* [Task prompt]:
Somewhere below is a line with "const TOP: f64 = 74.0;" and, later, a line with "let mut o = String::new();"; repeat those two lines and all the lines between them, exactly as they are.

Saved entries
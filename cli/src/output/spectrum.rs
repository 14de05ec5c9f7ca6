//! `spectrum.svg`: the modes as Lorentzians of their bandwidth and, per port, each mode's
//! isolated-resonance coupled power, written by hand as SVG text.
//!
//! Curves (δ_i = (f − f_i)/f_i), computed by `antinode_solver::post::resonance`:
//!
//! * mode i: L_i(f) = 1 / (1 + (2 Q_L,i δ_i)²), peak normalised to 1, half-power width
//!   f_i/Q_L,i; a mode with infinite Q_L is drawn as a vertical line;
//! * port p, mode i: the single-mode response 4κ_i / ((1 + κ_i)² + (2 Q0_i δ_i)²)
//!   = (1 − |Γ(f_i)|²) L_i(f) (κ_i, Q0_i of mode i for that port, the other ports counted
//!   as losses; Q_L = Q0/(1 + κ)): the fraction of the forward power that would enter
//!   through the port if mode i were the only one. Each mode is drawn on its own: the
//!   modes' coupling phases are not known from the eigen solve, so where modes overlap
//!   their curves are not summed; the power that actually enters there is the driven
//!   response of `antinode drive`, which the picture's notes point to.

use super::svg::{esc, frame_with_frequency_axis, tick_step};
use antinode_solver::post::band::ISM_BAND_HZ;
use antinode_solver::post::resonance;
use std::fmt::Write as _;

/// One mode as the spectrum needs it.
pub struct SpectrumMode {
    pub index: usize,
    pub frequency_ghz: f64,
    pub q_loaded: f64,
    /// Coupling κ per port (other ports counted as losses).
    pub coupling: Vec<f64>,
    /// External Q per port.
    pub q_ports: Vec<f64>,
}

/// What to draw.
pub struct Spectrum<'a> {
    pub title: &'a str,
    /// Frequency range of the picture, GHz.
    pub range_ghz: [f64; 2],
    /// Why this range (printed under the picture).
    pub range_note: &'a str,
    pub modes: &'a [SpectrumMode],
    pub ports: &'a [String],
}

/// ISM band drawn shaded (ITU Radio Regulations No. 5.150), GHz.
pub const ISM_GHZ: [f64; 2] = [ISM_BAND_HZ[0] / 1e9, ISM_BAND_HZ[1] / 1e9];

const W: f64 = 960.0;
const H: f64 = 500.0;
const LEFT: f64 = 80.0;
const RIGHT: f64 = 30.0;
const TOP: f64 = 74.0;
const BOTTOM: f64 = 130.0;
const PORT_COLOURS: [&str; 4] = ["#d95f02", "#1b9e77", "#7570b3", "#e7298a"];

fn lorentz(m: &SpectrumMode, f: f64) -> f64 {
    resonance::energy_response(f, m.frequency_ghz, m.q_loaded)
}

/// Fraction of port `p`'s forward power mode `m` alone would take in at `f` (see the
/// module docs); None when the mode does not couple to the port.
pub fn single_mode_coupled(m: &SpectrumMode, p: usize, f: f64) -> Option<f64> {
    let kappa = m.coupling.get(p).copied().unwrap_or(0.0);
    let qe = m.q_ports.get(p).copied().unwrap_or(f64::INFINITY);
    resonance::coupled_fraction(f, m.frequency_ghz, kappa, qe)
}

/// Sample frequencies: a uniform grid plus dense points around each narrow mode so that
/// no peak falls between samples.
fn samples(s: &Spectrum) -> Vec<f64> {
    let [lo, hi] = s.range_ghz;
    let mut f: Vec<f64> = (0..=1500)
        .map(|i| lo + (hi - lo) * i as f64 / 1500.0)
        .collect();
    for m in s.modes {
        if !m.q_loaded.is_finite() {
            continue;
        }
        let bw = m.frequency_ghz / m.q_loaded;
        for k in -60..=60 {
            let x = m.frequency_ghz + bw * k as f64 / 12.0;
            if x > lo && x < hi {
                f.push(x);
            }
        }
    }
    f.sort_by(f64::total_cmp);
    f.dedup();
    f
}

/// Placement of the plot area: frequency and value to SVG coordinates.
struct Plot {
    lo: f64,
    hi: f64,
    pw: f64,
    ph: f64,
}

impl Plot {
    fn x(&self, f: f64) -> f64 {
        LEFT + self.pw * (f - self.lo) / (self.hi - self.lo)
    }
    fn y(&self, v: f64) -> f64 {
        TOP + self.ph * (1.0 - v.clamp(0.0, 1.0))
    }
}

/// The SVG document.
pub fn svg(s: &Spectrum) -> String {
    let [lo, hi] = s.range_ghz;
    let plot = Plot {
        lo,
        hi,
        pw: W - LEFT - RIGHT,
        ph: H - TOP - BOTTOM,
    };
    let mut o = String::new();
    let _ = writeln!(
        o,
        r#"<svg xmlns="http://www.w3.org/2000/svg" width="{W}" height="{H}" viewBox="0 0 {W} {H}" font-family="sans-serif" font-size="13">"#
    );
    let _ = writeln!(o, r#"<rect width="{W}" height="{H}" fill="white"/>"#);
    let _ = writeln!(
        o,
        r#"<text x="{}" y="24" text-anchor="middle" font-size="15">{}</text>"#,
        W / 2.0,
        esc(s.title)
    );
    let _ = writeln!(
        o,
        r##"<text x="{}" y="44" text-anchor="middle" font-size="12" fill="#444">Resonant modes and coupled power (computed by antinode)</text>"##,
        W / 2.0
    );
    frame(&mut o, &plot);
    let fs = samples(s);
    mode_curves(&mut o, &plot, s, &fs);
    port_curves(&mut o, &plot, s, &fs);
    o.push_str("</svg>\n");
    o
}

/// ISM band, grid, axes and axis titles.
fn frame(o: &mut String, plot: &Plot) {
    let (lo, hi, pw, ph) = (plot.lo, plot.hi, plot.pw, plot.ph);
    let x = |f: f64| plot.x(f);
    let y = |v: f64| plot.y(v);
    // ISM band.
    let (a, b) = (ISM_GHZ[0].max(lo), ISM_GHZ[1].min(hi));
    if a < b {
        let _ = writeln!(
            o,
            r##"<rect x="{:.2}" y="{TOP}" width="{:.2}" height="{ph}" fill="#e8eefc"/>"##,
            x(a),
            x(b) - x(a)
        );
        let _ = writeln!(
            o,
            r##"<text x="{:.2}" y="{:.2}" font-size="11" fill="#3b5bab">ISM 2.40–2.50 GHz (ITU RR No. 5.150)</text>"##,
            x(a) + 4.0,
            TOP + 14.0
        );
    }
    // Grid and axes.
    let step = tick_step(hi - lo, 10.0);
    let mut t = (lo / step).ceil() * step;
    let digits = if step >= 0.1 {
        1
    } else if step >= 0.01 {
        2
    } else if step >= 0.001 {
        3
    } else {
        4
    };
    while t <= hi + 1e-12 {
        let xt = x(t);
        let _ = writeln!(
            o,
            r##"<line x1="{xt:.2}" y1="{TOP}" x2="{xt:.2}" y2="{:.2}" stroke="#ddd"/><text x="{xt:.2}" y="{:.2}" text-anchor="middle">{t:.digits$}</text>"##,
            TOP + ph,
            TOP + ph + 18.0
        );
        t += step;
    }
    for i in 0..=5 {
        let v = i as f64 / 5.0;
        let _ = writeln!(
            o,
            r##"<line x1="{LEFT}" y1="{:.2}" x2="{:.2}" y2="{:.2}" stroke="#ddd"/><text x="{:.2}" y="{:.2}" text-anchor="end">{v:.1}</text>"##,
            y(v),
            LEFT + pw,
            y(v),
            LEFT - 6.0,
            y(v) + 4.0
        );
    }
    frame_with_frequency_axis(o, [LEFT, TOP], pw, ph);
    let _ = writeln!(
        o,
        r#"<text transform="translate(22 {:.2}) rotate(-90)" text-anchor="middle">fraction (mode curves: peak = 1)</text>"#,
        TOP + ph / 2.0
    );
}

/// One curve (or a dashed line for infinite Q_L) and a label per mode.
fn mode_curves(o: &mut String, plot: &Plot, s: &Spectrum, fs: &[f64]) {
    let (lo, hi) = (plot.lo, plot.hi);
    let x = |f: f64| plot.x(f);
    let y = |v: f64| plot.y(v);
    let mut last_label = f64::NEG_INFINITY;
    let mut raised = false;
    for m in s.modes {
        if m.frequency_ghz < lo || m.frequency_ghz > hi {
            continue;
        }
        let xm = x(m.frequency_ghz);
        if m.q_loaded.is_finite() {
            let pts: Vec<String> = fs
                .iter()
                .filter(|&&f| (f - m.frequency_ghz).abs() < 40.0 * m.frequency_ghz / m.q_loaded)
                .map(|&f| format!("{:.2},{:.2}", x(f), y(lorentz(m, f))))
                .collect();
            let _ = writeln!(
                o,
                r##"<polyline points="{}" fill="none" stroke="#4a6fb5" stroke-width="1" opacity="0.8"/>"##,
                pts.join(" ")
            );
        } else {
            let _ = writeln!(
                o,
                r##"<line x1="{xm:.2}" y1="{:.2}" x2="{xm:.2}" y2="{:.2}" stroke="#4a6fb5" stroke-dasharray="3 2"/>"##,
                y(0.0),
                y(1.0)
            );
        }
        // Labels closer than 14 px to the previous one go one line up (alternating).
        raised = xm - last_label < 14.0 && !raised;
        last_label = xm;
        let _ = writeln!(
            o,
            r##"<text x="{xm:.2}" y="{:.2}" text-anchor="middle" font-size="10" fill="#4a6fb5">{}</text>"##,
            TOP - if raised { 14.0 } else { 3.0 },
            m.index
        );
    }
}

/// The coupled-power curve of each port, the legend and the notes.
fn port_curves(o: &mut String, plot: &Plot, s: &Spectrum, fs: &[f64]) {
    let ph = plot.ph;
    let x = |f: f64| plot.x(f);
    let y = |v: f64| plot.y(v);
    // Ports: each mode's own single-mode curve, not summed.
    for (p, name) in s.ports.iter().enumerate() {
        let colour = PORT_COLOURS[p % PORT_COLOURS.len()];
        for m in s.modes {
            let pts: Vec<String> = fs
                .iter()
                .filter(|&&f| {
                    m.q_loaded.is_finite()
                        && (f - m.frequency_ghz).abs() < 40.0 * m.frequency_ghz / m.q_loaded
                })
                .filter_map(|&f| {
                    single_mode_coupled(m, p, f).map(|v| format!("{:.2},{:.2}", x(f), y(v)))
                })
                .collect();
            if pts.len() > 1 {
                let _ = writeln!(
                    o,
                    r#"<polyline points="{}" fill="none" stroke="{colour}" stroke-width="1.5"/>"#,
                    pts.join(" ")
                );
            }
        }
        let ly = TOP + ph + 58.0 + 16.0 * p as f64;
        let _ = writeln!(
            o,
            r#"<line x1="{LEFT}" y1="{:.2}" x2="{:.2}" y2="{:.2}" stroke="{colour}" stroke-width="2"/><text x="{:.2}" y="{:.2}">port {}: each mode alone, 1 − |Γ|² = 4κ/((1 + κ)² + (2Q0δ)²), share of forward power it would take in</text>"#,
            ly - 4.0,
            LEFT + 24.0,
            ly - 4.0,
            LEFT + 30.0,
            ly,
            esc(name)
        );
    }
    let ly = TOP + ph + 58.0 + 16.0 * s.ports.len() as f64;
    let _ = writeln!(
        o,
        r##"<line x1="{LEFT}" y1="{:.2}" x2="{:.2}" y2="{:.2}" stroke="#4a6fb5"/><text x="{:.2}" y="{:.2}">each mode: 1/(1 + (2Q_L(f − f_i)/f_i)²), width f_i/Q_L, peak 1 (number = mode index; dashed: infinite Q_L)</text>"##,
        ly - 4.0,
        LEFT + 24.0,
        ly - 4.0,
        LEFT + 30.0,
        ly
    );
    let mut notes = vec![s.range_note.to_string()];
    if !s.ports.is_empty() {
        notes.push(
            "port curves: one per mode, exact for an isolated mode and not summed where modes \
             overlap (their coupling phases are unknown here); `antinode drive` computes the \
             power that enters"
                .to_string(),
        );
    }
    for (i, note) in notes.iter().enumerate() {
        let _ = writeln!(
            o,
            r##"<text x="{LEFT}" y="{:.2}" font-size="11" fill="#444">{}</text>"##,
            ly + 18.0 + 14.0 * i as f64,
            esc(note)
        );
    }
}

* [Exercise solution]:
const TOP: f64 = 74.0;
const BOTTOM: f64 = 130.0;
const PORT_COLOURS: [&str; 4] = ["#d95f02", "#1b9e77", "#7570b3", "#e7298a"];

fn lorentz(m: &SpectrumMode, f: f64) -> f64 {
    resonance::energy_response(f, m.frequency_ghz, m.q_loaded)
}

/// Fraction of port `p`'s forward power mode `m` alone would take in at `f` (see the
/// module docs); None when the mode does not couple to the port.
pub fn single_mode_coupled(m: &SpectrumMode, p: usize, f: f64) -> Option<f64> {
    let kappa = m.coupling.get(p).copied().unwrap_or(0.0);
    let qe = m.q_ports.get(p).copied().unwrap_or(f64::INFINITY);
    resonance::coupled_fraction(f, m.frequency_ghz, kappa, qe)
}

/// Sample frequencies: a uniform grid plus dense points around each narrow mode so that
/// no peak falls between samples.
fn samples(s: &Spectrum) -> Vec<f64> {
    let [lo, hi] = s.range_ghz;
    let mut f: Vec<f64> = (0..=1500)
        .map(|i| lo + (hi - lo) * i as f64 / 1500.0)
        .collect();
    for m in s.modes {
        if !m.q_loaded.is_finite() {
            continue;
        }
        let bw = m.frequency_ghz / m.q_loaded;
        for k in -60..=60 {
            let x = m.frequency_ghz + bw * k as f64 / 12.0;
            if x > lo && x < hi {
                f.push(x);
            }
        }
    }
    f.sort_by(f64::total_cmp);
    f.dedup();
    f
}

/// Placement of the plot area: frequency and value to SVG coordinates.
struct Plot {
    lo: f64,
    hi: f64,
    pw: f64,
    ph: f64,
}

impl Plot {
    fn x(&self, f: f64) -> f64 {
        LEFT + self.pw * (f - self.lo) / (self.hi - self.lo)
    }
    fn y(&self, v: f64) -> f64 {
        TOP + self.ph * (1.0 - v.clamp(0.0, 1.0))
    }
}

/// The SVG document.
pub fn svg(s: &Spectrum) -> String {
    let [lo, hi] = s.range_ghz;
    let plot = Plot {
        lo,
        hi,
        pw: W - LEFT - RIGHT,
        ph: H - TOP - BOTTOM,
    };
    let mut o = String::new();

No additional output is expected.